<em>Fortune</em> Defends Banks In Robo-Foreclosure Scandal

Duff McDonald is now spinning so hard for the banks in the aftermath of widespread fraud that it basically qualifies as a tropical depression, meteorologically speaking.

It's not as if we needed a shiny new set of scandals to demonstrate how the 2008 financial meltdown was rooted in a massive, unchecked campaign of snake-oil peddling and predatory lending but, when it comes to emphasis, you could really do a lot worse than the recent news of documentary incompetence and outright fraud embodied by those whom Chris Lehmann refers to as "the last mortgage robo-barons."

But that's not stopping the efforts of those who'd lay the blame foursquare on the borrowers. To wit, CJR's Ryan Chittum discovers Fortune's Duff McDonald, spinning so hard for the banks that it basically qualifies as a tropical depression, meteorologically speaking: "Before we take the entire banking industry to task on the foreclosure mess, it bears reminding that the source of the problem is people who bought homes they couldn't afford. Let's blame them, too."

One: I am not a righteous fiscal (or social) conservative, spouting self-reliance. People make mistakes and they also experience sudden turns of fortune. But I find it very hard to process the notion that the onslaught of foreclosures in this country does not have more to do with a failure of conservative financial planning than with some insidious criminality by lenders. My wife has wanted a bigger house for years, but we have chosen not to buy one. Why? Because we couldn't afford it.

Two: Like most rational folk, I take issue with outright fraud. If laws were broken, send the crooks to jail. That said, I'm amazed that the country has congealed into the belief that every single borrower who signed a mortgage document has an escape hatch that somehow puts blame on their lender when they can't pay their debts.

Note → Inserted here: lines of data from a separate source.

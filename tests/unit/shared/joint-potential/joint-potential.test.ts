import { describe, expect, it } from 'vitest'
import { InvalidInputError } from '@shared/errors'
import { createJointHistogram, type JointHistogram } from '@shared/histogram'
import {
  DEFAULT_JOINT_SETTINGS,
  jointEnergy,
  jointPotential,
  type JointPotentialSettings,
  jointSlopes,
  jointTable,
} from '@shared/joint-potential'
import { createRandom } from '@shared/numeric'
import { thermalEnergy } from '@shared/units'
import { edgesOf } from '../../../support/exact-histograms'
import { jointCase, type JointCase } from '../../../support/joint-histograms'

const KT = thermalEnergy(400)
const GIVEN: JointPotentialSettings = {
  ...DEFAULT_JOINT_SETTINGS,
  smoothing: { mode: 'manual', log10Lambdas: [3, 2] },
}
const BOND_ANGLE: JointCase = {
  kinds: ['bond', 'angle'],
  xEdges: edgesOf(0.28, 0.48, 32),
  yEdges: edgesOf(0.8, 3, 36),
  energy: (r, theta) => {
    const [a, b] = [(r - 0.38) / 0.018, (theta - 1.9) / 0.22]
    return 0.5 * (a * a + b * b - 1.2 * a * b) + 0.02 * b ** 4
  },
}
const ANGLE_TURN: JointCase = {
  kinds: ['angle', 'dihedral'],
  xEdges: edgesOf(1.1, 2.7, 30),
  yEdges: edgesOf(-Math.PI, Math.PI, 36),
  energy: (theta, phi) => 0.5 * ((theta - 1.9) / 0.2 - 0.6 * Math.cos(phi)) ** 2 + Math.cos(3 * phi),
}
const ANY = { low: null, high: null }
const bondAngle = (seed = 1) => jointCase(BOND_ANGLE, 20_000, seed)
const angleTurn = (seed = 1) => jointCase(ANGLE_TURN, 20_000, seed)
const potentialOf = (joint: JointHistogram, settings = GIVEN) => jointPotential(joint, 400, settings)

function codeOf(work: () => unknown): string {
  try {
    work()
  } catch (error) {
    if (error instanceof InvalidInputError) return error.code
    throw error
  }
  return 'accepted'
}

/** Places well inside, at the rims and far outside the data. */
function places(count: number): (readonly [number, number])[] {
  const random = createRandom(5)
  return Array.from({ length: count }, () => [0.2 + 0.35 * random.uniform(), Math.PI * random.uniform()])
}

function transposed({ kinds, xEdges, yEdges, weights }: JointHistogram): JointHistogram {
  const [nx, ny] = [xEdges.length - 1, yEdges.length - 1]
  return createJointHistogram({
    kinds: [kinds[1], kinds[0]],
    xEdges: yEdges,
    yEdges: xEdges,
    weights: Array.from({ length: nx * ny }, (_, cell) => weights[(cell % nx) * ny + Math.floor(cell / nx)]),
    content: 'count',
  })
}

// Each fit takes a quarter of a second on a free processor; the limit is for crowded ones.
describe('a joint potential', { timeout: 60_000 }, () => {
  it('has least value 0, where it says', () => {
    for (const joint of [bondAngle(), angleTurn()]) {
      const { surface, minimum, knots } = potentialOf(joint)
      expect(jointEnergy(surface, minimum.x, minimum.y)).toBeCloseTo(0, 9)
      const around = Array.from({ length: 41 * 41 }, (_, place) =>
        jointEnergy(
          surface,
          minimum.x + 0.002 * (Math.floor(place / 41) - 20),
          minimum.y + 0.01 * ((place % 41) - 20),
        ),
      )
      // Rounding of sums of sixteen coefficients.
      expect(Math.min(...around, ...knots.energies)).toBeGreaterThan(-1e-9)
    }
  })

  it('has slopes that are the derivatives of its energy, everywhere', () => {
    const { surface } = potentialOf(bondAngle())
    for (const [x, y] of places(300)) {
      const [alongX, alongY] = jointSlopes(surface, x, y)
      const step = 1e-5
      const central = (dx: number, dy: number) =>
        (jointEnergy(surface, x + dx, y + dy) - jointEnergy(surface, x - dx, y - dy)) / (2 * step)
      // Central differences miss U‴ step²/6 and the rounding of U over the step.
      const slack = 1e-6 * (1 + Math.abs(alongX) + Math.abs(alongY)) + 1e-9 * jointEnergy(surface, x, y)
      expect(Math.abs(central(step, 0) - alongX)).toBeLessThan(slack * 100)
      expect(Math.abs(central(0, step) - alongY)).toBeLessThan(slack)
    }
  })

  it('closes its turn without a seam', () => {
    const { surface } = potentialOf(angleTurn())
    for (const theta of [1.3, 1.9, 2.5, 3]) {
      const [left, right] = [-Math.PI, Math.PI].map((phi) => [
        jointEnergy(surface, theta, phi),
        ...jointSlopes(surface, theta, phi),
      ])
      left.forEach((value, index) => expect(value).toBeCloseTo(right[index], 8))
      expect(jointEnergy(surface, theta, 1 + 4 * Math.PI)).toBeCloseTo(jointEnergy(surface, theta, 1), 8)
    }
  })

  it('does not care where a turn begins', () => {
    const joint = angleTurn()
    const [rows, shift] = [36, 13]
    const weights = joint.weights.map(
      (_, cell) => joint.weights[Math.floor(cell / rows) * rows + (((cell % rows) + shift) % rows)],
    )
    const [one, other] = [joint, { ...joint, weights }].map((each) => potentialOf(each).surface)
    for (const phi of [-2, 0, 1.1]) {
      // A turn of 36 bins has 24 splines, so 13 bins are no whole number of splines: a trace of their places is left.
      const moved = jointEnergy(other, 1.9, phi - (shift * 2 * Math.PI) / rows)
      expect(Math.abs(moved - jointEnergy(one, 1.9, phi))).toBeLessThan(0.05 * KT)
    }
  })

  it('is transposed with its axes', () => {
    for (const joint of [bondAngle(), angleTurn()]) {
      const { surface } = potentialOf(joint)
      const swapped = potentialOf(transposed(joint), {
        ...GIVEN,
        smoothing: { mode: 'manual', log10Lambdas: [2, 3] },
      }).surface
      for (const [x, y] of places(100)) {
        const energy = jointEnergy(surface, x, y)
        // Newton runs to 1e-10; far outside energies are thousands of kJ/mol.
        expect(Math.abs(jointEnergy(swapped, y, x) - energy)).toBeLessThan(1e-6 * (1 + energy))
      }
    }
  })

  it('chooses transposed λ for transposed data', () => {
    const [one, other] = [bondAngle(), transposed(bondAngle())].map((joint) =>
      potentialOf(joint, DEFAULT_JOINT_SETTINGS),
    )
    // The search ends within 0.003 of its fixed point, and both are rounded to 0.01.
    expect(other.smoothing.log10Lambdas[0]).toBeCloseTo(one.smoothing.log10Lambdas[1], 1)
    expect(other.smoothing.log10Lambdas[1]).toBeCloseTo(one.smoothing.log10Lambdas[0], 1)
    expect(other.smoothing.effectiveDimension).toBeCloseTo(one.smoothing.effectiveDimension, 1)
  })

  it('stays when counts and λ are scaled together', () => {
    const joint = bondAngle()
    const tenfold = { ...joint, weights: joint.weights.map((weight) => 10 * weight) }
    const settings: JointPotentialSettings = {
      ...GIVEN,
      smoothing: { mode: 'manual', log10Lambdas: [4, 3] },
    }
    const [one, other] = [potentialOf(joint), potentialOf(tenfold, settings)]
    one.knots.energies.forEach((energy, cell) => {
      if (energy > 4 * KT) return
      // The same equations, up to the weak hold and to where too few counts speak for a coefficient.
      expect(Math.abs(other.knots.energies[cell] - energy)).toBeLessThan(1e-4 * KT)
      expect(other.knots.deviations[cell] * Math.sqrt(10)).toBeCloseTo(one.knots.deviations[cell], 3)
    })
  })

  it('never turns down beyond its grid, along either axis', () => {
    for (const seed of [1, 2]) {
      const { surface } = potentialOf(jointCase(BOND_ANGLE, 500, seed))
      const lines = [
        ...[1.3, 1.9, 2.6].map((y) => (t: number) => jointEnergy(surface, 0.48 + 0.3 * t, y)),
        ...[1.3, 1.9, 2.6].map((y) => (t: number) => jointEnergy(surface, 0.28 - 0.25 * t, y)),
        ...[0.32, 0.38, 0.44].map((x) => (t: number) => jointEnergy(surface, x, 3 + 0.4 * t)),
        ...[0.2, 0.38, 0.7].map((x) => (t: number) => jointEnergy(surface, x, 0.8 - t)),
      ]
      for (const line of lines) {
        const energies = Array.from({ length: 50 }, (_, step) => line(step / 49))
        energies.slice(1).forEach((energy, step) => expect(energy).toBeGreaterThan(energies[step]))
      }
    }
  })

  it('is finite with least value 0 for scattered counts, a spike, a wall and a thin ridge', () => {
    const random = createRandom(11)
    const shapes: ((ix: number, iy: number) => number)[] = [
      () => (random.uniform() < 0.05 ? 1 + random.integer(4) : 0),
      (ix, iy) => (ix === 3 && iy === 3 ? 1e9 : random.poisson(0.3)),
      (ix, iy) => (ix > 14 && iy > 10 ? 1e5 : 0),
      (ix, iy) => random.poisson(1e6 * Math.exp(-0.5 * ((ix - iy) / 0.8) ** 2)),
    ]
    for (const shape of shapes) {
      const { xEdges, yEdges } = BOND_ANGLE
      const joint = createJointHistogram({
        kinds: ['bond', 'angle'],
        xEdges,
        yEdges,
        weights: Array.from({ length: 32 * 36 }, (_, cell) => shape(Math.floor(cell / 36), cell % 36)),
        content: 'count',
      })
      const { surface, knots, smoothing } = potentialOf(joint, DEFAULT_JOINT_SETTINGS)
      const table = jointTable(surface, { x: { ...ANY, rows: 41 }, y: { ...ANY, rows: 41 } })
      const values = [...table.energies, ...table.xForces, ...table.yForces, ...knots.deviations]
      expect(values.every(Number.isFinite)).toBe(true)
      // Rounding of energies up to a million kJ/mol.
      expect(Math.min(...table.energies)).toBeGreaterThan(-1e-6)
      expect(smoothing.effectiveDimension).toBeGreaterThan(8.9)
    }
  })

  it('says what it was given: N, λ, criterion, and plain data that can be sent to another thread', () => {
    const potential = potentialOf(bondAngle())
    expect(potential.smoothing).toMatchObject({ mode: 'manual', criterion: null, log10Lambdas: [3, 2] })
    expect(potential.independentSamples).toBe(bondAngle().weights.reduce((sum, count) => sum + count, 0))
    expect(structuredClone(potential)).toEqual(potential)
  })

  it('follows the raw energies of well-filled cells', () => {
    const { knots } = potentialOf(jointCase(BOND_ANGLE, 1e6))
    const differences = Array.from(knots.rawEnergies).flatMap((raw, cell) =>
      knots.energies[cell] < 4 * KT ? [Math.abs(raw - knots.energies[cell]) / KT] : [],
    )
    // A cell is an average of exp(−U/kT), not its value at the midpoint: the raw energy is off by up to w²(U″ − U′²)/24.
    expect(Math.max(...differences)).toBeLessThan(0.1)
  })

  it('treats stated independent samples as counts divided by g', () => {
    const joint = bondAngle()
    const total = joint.weights.reduce((sum, count) => sum + count, 0)
    const fewer = potentialOf({ ...joint, independentSamples: total / 4 })
    const divided = potentialOf({ ...joint, weights: joint.weights.map((weight) => weight / 4) })
    expect(fewer.knots.energies).toEqual(divided.knots.energies)
  })

  it('refuses a density without a stated number of samples, and takes it with one', () => {
    const { weights, ...rest } = bondAngle()
    const density = createJointHistogram({ ...rest, weights, content: 'probability' })
    expect(codeOf(() => potentialOf(density))).toBe('SAMPLE_SIZE_UNKNOWN')
    expect(potentialOf({ ...density, independentSamples: 5000 }).independentSamples).toBe(5000)
  })

  it('refuses what it cannot smooth', () => {
    const joint = bondAngle()
    const line = { ...joint, weights: joint.weights.map((weight, cell) => (cell % 36 === 18 ? weight : 0)) }
    expect(codeOf(() => potentialOf(line))).toBe('TOO_FEW_BINS')
    expect(codeOf(() => jointPotential(joint, 0, GIVEN))).toBe('TEMPERATURE_INVALID')
    const wild: JointPotentialSettings = {
      ...GIVEN,
      smoothing: { mode: 'manual', log10Lambdas: [2, NaN] },
    }
    expect(codeOf(() => potentialOf(joint, wild))).toBe('SETTING_INVALID')
  })

  it('warns of few samples, of data at the edge and of a turn that is not whole', () => {
    const codes = (joint: JointHistogram) => potentialOf(joint).warnings.map(({ code }) => code)
    expect(codes(bondAngle())).toEqual([])
    expect(codes(jointCase(BOND_ANGLE, 300, 1))).toContain('JOINT_SPARSE')
    const cut: JointCase = { ...BOND_ANGLE, xEdges: edgesOf(0.28, 0.38, 16) }
    expect(codes(jointCase(cut, 20_000, 1))).toContain('DATA_AT_EDGE')
    const half: JointCase = { ...ANGLE_TURN, yEdges: edgesOf(-Math.PI, 2, 30) }
    expect(codes(jointCase(half, 20_000, 1))).toContain('TURN_INCOMPLETE')
  })
})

That's basically the entire argument: in one corner, you have McDonald's household fiscal prudence and, in the other, you have a straw man borrower who has always insisted that they deserve an escape hatch. Chittum, who does an exquisite job fisking this argument (go read the whole thing), makes the obvious point:

I find it very hard to process the notion that revelations of mass-scale lender fraud leads to an unsupported attack on borrowers. Odder still, we have actual evidence of "insidious criminality" on the lender side. That's why the feds are investigating.

As for McDonald's cri du coeur, "Send the crooks to jail!" -- well, that's adorable, really. But where does McDonald think we're living? Some nation with a robust sense of justice, like Hungary?

The hilarious irony of the robo-foreclosure scandal is that these lenders might be brought low by the investor class itself, which might finally extract the pound of flesh in the form of "put-backs." If you missed it, Kai Ryssdal and Bob Moon of NPR's Marketplace had a great explainer on this last night:

MOON: Exactly. Remember we talked about these mortgage-backed securities that were sold to investors, either private funds or the government-backed mortgage-investment giants? They bought up the proceeds from pools of mortgages that get packaged up in the form of these securities. Now the financial industry calls it a "put back" when the bank or lending institution is forced to buy back the mortgage-backed security at face value -- essentially give a refund to the investors who bought it -- because there was something faulty about the way it was issued or sold.

RYSSDAL: O.K. make the connection for me then, between the foreclosure slowdown we've been hearing about the last couple of weeks with all these paperwork problems and this developing problem of the mortgage bond market.

MOON: Well, this logjam focused a spotlight on the problem of faulty documentation of these mortgages, and we all know that's thrown a wrench into the foreclosure process. But analysts are saying this "put back" problem goes beyond that, because we're not just talking about people not making their mortgage payments, we're talking about whether the banks can be held liable for misrepresentation or fraud for those bonds and if they'll be on the hook for tens of billions in "put backs." Already Bank of America has paid out more than $3.3 billion to settle claims stemming from faulty underwriting or documentation.

RYSSDAL: So they're paying out some money but they are also saying, out of the other side of their mouths, listen this is simple a paperwork drill. We will fix this, there will be no problem with the bond market; trust us, basically.

MOON: Yeah I'll tell you about what the investors are saying: "I'll see you in court."

With bond giant PIMCO, private-equity titan BlackRock, and the Federal Reserve of New York calling out the lenders for fraud, we might finally get to witness the sort of justice that only the plutocracy can purchase. And for those taking McDonald's "Save Our Bluths" position on the matter, it's becoming something of a lonely island. For a lifeboat, let's kick it back to Lehmann, with a fitting reminder:

In the face of such outrages, we could do a lot worse than remember Samuel Johnson's crisp assessment of the inequities of the British debtor prison: "Those who made the laws have apparently supposed, that every deficiency of payment is a crime of the debtor. But the truth is, that the creditor always shares the act, and often more than shares the guilt, of improper trust...and there is no reason, why one should punish the other for a contract in which both concurred."